Entries shown:
===============

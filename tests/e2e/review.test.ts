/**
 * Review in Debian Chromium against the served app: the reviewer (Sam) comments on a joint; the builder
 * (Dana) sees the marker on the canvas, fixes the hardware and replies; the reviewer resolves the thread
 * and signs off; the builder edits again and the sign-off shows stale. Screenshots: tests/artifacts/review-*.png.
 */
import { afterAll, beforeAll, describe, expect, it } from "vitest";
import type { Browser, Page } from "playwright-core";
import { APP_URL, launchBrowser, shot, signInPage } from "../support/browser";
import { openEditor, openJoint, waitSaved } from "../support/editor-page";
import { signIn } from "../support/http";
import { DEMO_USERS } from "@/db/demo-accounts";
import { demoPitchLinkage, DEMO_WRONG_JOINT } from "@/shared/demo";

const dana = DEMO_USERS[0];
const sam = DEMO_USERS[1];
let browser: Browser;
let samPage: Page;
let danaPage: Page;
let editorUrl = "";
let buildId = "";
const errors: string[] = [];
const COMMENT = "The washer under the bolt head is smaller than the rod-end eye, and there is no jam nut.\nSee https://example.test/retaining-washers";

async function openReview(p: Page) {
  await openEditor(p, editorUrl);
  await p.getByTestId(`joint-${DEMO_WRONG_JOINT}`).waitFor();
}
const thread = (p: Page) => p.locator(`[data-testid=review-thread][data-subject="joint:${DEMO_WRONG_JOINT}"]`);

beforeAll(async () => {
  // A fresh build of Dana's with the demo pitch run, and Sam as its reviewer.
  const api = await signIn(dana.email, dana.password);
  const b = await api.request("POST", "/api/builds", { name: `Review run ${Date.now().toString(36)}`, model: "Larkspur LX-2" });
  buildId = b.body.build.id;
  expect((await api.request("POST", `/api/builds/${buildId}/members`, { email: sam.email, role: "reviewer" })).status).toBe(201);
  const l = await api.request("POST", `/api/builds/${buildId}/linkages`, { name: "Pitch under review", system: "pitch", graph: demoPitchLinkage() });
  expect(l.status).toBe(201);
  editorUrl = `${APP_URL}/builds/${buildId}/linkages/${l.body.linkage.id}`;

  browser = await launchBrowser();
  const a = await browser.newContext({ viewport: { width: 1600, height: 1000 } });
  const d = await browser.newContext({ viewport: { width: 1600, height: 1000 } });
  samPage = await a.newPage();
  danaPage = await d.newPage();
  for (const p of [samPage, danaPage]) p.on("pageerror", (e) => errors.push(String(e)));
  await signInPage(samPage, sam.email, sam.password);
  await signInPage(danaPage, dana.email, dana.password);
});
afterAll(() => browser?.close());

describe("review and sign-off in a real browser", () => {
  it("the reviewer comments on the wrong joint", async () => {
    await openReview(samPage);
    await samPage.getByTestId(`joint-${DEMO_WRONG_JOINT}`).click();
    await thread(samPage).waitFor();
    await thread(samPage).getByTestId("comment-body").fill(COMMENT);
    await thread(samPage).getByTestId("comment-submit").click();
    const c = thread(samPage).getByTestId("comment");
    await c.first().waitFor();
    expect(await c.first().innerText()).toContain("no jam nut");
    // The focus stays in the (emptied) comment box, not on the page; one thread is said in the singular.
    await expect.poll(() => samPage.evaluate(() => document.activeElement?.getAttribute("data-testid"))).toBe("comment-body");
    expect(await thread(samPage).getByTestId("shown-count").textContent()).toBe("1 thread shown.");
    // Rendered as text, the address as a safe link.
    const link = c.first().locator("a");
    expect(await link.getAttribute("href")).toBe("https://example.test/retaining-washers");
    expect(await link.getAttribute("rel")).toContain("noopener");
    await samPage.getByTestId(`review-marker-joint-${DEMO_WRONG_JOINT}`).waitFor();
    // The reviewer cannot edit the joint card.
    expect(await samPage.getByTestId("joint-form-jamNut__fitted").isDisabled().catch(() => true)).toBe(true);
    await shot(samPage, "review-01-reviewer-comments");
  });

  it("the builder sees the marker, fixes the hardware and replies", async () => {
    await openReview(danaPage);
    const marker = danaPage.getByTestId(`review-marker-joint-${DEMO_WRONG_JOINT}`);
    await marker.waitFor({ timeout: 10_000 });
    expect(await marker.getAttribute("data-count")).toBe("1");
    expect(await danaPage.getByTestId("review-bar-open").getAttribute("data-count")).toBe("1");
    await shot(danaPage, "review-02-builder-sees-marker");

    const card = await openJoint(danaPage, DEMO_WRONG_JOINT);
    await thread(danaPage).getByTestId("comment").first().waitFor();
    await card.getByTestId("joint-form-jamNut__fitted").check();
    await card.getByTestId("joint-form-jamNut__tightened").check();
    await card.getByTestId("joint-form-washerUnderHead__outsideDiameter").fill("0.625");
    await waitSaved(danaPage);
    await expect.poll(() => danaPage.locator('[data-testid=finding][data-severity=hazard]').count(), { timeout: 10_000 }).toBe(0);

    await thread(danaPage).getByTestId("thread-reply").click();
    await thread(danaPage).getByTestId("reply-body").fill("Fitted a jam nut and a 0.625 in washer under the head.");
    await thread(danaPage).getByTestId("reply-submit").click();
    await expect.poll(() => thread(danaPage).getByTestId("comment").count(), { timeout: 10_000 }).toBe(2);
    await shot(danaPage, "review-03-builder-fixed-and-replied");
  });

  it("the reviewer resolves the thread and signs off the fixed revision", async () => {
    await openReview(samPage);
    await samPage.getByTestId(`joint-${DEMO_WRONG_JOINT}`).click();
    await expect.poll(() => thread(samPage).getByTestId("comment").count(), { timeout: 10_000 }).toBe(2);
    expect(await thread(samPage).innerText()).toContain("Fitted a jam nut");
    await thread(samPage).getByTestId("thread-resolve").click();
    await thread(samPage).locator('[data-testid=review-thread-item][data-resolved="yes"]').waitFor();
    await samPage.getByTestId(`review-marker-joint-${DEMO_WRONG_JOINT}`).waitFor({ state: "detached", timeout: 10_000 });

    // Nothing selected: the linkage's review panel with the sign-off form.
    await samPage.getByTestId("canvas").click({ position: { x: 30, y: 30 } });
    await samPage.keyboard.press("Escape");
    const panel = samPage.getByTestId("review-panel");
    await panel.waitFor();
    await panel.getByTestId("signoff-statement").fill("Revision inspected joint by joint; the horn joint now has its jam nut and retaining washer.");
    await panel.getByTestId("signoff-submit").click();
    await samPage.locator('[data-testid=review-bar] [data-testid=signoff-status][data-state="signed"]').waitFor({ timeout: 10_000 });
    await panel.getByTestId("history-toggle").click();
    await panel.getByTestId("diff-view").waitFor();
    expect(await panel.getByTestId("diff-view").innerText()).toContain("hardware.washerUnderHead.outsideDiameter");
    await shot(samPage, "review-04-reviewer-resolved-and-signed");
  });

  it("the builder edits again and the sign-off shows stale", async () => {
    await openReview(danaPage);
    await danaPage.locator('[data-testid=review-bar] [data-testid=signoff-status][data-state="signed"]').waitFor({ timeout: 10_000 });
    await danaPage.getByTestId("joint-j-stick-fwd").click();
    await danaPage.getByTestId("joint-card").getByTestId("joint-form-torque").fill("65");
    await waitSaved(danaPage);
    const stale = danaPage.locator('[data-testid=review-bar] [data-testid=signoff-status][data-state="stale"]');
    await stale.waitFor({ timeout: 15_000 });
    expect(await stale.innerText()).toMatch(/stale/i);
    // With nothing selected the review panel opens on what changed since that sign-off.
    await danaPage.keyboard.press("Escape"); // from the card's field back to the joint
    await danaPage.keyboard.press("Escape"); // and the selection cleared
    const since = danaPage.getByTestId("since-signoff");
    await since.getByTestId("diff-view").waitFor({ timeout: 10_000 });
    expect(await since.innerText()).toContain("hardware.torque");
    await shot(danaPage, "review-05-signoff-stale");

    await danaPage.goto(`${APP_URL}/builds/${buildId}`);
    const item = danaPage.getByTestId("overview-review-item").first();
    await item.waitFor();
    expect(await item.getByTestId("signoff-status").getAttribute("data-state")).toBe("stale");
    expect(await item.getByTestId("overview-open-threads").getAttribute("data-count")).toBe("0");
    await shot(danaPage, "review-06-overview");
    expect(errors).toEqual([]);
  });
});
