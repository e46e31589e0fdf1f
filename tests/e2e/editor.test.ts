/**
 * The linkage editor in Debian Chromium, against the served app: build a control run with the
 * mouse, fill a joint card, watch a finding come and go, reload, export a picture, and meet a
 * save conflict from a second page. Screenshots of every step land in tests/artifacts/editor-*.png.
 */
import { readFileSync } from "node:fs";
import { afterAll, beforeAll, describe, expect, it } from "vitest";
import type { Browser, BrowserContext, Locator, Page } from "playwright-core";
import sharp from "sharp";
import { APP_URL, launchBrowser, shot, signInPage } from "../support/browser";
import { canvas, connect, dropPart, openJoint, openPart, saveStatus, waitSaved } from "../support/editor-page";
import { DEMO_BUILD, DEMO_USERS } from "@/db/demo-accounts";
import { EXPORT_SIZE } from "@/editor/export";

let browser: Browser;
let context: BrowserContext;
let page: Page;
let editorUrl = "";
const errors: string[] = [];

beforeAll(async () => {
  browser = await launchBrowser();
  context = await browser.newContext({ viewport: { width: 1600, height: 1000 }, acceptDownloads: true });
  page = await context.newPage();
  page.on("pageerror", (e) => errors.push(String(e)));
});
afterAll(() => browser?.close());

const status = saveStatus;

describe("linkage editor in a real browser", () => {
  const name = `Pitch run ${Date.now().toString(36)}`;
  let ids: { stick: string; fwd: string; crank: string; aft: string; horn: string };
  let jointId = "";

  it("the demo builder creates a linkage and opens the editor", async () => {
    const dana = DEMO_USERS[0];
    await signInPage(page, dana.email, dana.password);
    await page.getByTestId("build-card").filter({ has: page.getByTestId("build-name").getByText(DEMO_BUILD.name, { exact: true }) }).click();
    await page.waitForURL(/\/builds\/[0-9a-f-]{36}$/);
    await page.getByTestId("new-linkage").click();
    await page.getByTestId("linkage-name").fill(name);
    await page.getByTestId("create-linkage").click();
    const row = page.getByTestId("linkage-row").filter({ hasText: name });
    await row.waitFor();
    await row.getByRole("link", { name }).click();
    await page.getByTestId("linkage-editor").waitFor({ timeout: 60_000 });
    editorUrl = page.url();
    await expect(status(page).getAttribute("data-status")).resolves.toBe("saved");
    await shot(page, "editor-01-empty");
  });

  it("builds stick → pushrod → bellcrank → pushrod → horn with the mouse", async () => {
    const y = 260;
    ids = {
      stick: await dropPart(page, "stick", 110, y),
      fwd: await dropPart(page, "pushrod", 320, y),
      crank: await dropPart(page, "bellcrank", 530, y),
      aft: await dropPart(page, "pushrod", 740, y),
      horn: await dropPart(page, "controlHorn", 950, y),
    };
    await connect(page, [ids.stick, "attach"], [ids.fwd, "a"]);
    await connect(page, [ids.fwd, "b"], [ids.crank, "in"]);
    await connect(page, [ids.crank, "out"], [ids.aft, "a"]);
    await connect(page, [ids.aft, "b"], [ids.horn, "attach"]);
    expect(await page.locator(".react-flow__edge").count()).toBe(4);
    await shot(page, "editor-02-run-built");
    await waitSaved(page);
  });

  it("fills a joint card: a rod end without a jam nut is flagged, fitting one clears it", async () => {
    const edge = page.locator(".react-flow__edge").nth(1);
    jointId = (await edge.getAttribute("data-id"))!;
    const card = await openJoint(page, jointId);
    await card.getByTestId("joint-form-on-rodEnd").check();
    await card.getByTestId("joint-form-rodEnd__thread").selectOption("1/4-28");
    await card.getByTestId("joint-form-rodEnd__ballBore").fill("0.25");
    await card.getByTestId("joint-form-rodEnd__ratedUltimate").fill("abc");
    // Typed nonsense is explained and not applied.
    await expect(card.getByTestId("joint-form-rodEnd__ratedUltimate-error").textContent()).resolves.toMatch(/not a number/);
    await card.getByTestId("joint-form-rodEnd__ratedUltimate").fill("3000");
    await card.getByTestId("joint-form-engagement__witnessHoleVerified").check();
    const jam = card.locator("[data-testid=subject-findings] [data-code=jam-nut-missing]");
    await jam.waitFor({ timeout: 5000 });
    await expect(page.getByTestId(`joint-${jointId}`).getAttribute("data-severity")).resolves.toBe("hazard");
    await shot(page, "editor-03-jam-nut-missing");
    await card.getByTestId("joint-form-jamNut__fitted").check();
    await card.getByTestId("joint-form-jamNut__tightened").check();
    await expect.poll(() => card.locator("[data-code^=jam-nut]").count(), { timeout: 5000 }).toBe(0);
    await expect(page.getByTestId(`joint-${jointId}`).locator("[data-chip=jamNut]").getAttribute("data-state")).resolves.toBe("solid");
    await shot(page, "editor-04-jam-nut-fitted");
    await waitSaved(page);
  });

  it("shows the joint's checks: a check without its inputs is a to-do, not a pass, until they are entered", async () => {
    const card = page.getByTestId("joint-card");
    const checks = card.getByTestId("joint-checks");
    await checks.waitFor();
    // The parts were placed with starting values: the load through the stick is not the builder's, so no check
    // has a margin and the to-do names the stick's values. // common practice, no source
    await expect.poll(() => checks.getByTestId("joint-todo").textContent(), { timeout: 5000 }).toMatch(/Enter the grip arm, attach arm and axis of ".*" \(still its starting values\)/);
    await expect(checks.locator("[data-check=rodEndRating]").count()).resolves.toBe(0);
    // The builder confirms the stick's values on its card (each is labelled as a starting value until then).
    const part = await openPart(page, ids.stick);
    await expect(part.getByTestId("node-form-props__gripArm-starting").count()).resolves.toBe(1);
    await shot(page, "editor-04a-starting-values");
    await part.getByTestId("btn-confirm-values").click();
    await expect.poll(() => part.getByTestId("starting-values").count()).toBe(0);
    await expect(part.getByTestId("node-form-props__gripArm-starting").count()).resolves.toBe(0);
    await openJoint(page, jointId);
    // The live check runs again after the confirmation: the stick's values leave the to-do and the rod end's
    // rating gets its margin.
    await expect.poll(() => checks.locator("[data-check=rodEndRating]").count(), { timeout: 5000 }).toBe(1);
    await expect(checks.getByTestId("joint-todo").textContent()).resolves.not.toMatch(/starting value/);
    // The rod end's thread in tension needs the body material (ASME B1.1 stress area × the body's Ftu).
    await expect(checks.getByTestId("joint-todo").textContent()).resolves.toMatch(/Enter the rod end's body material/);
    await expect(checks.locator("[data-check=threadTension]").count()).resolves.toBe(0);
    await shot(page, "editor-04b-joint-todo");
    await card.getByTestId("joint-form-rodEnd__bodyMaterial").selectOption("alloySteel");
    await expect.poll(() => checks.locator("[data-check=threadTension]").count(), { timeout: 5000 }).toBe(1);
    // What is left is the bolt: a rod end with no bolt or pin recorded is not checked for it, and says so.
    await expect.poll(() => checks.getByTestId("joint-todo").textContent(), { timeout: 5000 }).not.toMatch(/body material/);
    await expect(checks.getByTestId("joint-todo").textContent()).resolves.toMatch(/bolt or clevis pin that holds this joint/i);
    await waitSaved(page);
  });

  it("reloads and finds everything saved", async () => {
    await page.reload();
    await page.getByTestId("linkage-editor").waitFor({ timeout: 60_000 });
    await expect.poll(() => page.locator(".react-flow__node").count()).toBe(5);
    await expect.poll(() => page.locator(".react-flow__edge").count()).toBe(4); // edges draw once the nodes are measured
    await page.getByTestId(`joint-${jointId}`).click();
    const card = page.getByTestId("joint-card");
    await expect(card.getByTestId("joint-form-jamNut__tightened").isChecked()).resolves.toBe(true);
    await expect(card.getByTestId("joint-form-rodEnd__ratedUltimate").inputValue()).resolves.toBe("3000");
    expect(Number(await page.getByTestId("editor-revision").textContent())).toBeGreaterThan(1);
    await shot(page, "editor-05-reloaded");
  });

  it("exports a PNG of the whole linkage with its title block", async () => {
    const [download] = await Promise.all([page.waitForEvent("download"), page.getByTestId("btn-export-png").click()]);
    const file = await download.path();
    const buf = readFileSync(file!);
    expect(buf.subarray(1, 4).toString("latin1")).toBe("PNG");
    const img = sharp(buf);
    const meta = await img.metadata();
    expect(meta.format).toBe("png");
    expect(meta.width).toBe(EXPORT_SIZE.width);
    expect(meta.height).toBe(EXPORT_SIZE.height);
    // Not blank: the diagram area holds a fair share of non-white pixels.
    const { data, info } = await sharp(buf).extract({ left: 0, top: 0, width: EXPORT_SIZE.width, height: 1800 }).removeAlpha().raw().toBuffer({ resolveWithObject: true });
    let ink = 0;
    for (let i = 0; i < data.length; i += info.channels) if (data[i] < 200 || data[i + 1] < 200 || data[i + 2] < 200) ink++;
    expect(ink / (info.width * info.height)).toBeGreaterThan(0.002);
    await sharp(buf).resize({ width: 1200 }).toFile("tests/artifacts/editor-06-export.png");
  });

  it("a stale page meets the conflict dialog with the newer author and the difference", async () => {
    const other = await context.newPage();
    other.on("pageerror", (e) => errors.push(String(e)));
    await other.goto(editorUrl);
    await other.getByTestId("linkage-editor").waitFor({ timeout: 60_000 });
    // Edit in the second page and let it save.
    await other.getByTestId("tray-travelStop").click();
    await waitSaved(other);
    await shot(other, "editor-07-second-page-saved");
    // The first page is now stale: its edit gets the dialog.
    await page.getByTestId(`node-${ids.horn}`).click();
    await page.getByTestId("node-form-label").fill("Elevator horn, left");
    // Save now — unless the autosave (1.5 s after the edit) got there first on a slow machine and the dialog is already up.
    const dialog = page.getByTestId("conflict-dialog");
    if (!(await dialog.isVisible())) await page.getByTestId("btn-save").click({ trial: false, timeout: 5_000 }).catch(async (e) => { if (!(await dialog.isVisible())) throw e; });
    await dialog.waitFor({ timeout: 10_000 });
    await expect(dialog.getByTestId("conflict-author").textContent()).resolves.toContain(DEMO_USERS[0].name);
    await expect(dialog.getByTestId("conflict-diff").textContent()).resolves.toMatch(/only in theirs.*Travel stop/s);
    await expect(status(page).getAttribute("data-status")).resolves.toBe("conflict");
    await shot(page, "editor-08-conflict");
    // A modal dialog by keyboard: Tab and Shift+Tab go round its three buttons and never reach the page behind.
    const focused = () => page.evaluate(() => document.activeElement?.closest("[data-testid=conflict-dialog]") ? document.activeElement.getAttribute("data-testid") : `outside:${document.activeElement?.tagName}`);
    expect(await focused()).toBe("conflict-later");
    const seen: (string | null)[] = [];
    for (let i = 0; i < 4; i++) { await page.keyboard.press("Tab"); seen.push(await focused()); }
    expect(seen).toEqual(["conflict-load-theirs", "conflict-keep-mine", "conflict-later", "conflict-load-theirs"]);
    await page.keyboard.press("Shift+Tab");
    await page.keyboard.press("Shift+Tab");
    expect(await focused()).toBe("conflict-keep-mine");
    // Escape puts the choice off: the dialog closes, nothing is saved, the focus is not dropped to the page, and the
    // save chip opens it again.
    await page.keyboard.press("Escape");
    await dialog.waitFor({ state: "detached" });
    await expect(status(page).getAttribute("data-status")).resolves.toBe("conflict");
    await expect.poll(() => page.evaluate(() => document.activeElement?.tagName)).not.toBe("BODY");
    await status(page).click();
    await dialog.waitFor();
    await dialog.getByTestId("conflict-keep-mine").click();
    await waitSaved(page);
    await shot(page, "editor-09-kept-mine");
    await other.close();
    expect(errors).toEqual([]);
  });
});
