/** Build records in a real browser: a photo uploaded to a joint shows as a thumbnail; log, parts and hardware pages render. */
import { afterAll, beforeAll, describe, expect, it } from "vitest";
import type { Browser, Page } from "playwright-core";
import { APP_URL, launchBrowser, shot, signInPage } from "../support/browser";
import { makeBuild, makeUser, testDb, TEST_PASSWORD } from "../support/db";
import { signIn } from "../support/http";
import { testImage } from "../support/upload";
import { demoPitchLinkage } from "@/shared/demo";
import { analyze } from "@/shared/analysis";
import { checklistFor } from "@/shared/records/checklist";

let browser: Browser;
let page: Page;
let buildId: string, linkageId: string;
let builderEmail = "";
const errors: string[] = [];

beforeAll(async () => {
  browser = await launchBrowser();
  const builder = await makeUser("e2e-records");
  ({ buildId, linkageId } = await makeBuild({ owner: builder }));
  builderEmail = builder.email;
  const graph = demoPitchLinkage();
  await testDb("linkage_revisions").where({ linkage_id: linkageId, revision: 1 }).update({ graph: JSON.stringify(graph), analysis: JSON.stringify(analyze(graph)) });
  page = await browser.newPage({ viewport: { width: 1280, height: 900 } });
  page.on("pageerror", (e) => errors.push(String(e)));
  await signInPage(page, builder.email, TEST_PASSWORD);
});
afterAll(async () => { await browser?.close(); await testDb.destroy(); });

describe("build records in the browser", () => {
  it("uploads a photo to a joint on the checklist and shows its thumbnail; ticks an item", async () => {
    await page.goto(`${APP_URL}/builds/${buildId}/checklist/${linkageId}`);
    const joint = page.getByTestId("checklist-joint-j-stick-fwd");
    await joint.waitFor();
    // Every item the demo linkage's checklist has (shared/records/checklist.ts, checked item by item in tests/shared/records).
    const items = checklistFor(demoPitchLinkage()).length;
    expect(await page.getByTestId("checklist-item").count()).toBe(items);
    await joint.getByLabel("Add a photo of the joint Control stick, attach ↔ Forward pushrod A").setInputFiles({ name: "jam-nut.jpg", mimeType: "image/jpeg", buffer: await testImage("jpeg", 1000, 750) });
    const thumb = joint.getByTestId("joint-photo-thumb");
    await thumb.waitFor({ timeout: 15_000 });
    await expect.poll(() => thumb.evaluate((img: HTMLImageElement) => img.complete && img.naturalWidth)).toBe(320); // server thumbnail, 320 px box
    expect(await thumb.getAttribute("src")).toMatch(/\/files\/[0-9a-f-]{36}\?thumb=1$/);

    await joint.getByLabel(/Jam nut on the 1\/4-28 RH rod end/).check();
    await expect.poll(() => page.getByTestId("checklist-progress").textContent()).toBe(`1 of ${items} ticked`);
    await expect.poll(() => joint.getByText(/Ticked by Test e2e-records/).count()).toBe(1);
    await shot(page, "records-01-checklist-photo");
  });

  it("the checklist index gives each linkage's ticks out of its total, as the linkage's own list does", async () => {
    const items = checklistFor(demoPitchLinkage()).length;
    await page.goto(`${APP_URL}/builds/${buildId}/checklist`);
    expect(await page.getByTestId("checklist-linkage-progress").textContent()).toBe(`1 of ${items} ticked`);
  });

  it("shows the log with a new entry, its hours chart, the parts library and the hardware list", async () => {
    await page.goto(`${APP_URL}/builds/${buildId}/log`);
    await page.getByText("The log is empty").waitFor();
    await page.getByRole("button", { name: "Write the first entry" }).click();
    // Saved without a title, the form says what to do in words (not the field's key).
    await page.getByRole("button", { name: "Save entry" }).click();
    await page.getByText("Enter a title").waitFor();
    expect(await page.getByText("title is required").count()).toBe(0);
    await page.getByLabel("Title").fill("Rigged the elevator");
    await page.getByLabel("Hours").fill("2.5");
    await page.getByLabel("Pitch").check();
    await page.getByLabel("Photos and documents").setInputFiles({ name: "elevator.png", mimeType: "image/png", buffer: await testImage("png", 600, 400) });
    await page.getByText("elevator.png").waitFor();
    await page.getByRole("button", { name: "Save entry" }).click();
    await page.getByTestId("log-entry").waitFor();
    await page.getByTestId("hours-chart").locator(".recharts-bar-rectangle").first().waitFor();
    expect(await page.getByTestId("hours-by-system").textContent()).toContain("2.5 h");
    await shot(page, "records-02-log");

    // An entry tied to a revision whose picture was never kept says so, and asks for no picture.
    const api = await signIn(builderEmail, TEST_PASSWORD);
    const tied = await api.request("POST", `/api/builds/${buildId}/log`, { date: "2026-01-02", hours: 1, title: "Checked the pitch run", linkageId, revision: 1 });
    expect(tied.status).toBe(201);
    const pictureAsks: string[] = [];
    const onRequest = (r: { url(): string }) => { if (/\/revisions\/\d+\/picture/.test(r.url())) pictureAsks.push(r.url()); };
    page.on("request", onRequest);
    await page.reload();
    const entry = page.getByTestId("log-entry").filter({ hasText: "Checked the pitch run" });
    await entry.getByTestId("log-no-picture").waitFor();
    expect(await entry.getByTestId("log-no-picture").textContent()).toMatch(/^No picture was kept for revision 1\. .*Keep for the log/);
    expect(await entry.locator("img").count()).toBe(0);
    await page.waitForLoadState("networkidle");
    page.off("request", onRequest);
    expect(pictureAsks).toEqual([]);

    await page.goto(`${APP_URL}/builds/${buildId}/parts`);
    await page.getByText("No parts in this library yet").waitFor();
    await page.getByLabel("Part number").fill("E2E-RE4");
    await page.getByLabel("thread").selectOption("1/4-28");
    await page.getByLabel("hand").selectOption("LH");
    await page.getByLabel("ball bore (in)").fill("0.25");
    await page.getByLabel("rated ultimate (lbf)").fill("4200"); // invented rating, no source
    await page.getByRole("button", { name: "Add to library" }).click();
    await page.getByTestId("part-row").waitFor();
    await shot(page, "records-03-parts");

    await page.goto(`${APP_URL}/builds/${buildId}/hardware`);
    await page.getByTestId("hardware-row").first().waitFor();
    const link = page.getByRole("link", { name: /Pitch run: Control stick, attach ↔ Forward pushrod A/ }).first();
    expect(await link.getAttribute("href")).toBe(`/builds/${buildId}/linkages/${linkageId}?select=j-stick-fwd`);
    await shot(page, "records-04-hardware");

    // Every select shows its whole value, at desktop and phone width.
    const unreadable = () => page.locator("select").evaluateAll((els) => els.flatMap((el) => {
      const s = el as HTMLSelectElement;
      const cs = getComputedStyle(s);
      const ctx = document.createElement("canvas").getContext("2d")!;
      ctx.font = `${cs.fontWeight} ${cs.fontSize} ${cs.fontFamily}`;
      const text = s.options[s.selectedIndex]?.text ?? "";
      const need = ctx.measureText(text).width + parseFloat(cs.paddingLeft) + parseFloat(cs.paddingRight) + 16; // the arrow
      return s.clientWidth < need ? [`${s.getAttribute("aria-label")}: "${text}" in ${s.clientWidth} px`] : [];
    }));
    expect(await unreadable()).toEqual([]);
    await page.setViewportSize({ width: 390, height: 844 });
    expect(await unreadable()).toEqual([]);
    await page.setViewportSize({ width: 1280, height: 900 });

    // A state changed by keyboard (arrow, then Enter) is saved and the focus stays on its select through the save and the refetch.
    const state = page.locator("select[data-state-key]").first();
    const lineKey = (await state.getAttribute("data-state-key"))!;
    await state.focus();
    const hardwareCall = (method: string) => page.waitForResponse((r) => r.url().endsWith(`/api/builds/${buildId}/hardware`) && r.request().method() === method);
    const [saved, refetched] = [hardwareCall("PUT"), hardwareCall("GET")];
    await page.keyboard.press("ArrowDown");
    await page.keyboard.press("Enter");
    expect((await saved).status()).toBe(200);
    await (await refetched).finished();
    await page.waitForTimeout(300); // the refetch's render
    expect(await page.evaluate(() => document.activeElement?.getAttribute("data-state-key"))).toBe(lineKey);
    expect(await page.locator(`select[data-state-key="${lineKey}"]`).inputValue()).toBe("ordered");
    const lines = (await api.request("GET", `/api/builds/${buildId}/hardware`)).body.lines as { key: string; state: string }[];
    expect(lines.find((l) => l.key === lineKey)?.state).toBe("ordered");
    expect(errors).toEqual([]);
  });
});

===============

Task: Give only the lines from the one holding "inspected joint by" through the one holding "run with the", each restated exactly as it appears above.

Written response:
    await panel.getByTestId("signoff-statement").fill("Revision inspected joint by joint; the horn joint now has its jam nut and retaining washer.");
    await panel.getByTestId("signoff-submit").click();
    await samPage.locator('[data-testid=review-bar] [data-testid=signoff-status][data-state="signed"]').waitFor({ timeout: 10_000 });
    await panel.getByTestId("history-toggle").click();
    await panel.getByTestId("diff-view").waitFor();
    expect(await panel.getByTestId("diff-view").innerText()).toContain("hardware.washerUnderHead.outsideDiameter");
    await shot(samPage, "review-04-reviewer-resolved-and-signed");
  });

  it("the builder edits again and the sign-off shows stale", async () => {
    await openReview(danaPage);
    await danaPage.locator('[data-testid=review-bar] [data-testid=signoff-status][data-state="signed"]').waitFor({ timeout: 10_000 });
    await danaPage.getByTestId("joint-j-stick-fwd").click();
    await danaPage.getByTestId("joint-card").getByTestId("joint-form-torque").fill("65");
    await waitSaved(danaPage);
    const stale = danaPage.locator('[data-testid=review-bar] [data-testid=signoff-status][data-state="stale"]');
    await stale.waitFor({ timeout: 15_000 });
    expect(await stale.innerText()).toMatch(/stale/i);
    // With nothing selected the review panel opens on what changed since that sign-off.
    await danaPage.keyboard.press("Escape"); // from the card's field back to the joint
    await danaPage.keyboard.press("Escape"); // and the selection cleared
    const since = danaPage.getByTestId("since-signoff");
    await since.getByTestId("diff-view").waitFor({ timeout: 10_000 });
    expect(await since.innerText()).toContain("hardware.torque");
    await shot(danaPage, "review-05-signoff-stale");

    await danaPage.goto(`${APP_URL}/builds/${buildId}`);
    const item = danaPage.getByTestId("overview-review-item").first();
    await item.waitFor();
    expect(await item.getByTestId("signoff-status").getAttribute("data-state")).toBe("stale");
    expect(await item.getByTestId("overview-open-threads").getAttribute("data-count")).toBe("0");
    await shot(danaPage, "review-06-overview");
    expect(errors).toEqual([]);
  });
});
repository e46e31589e0fdf1f
filename tests/e2e/editor.test.ts
/**
 * The linkage editor in Debian Chromium, against the served app: build a control run with the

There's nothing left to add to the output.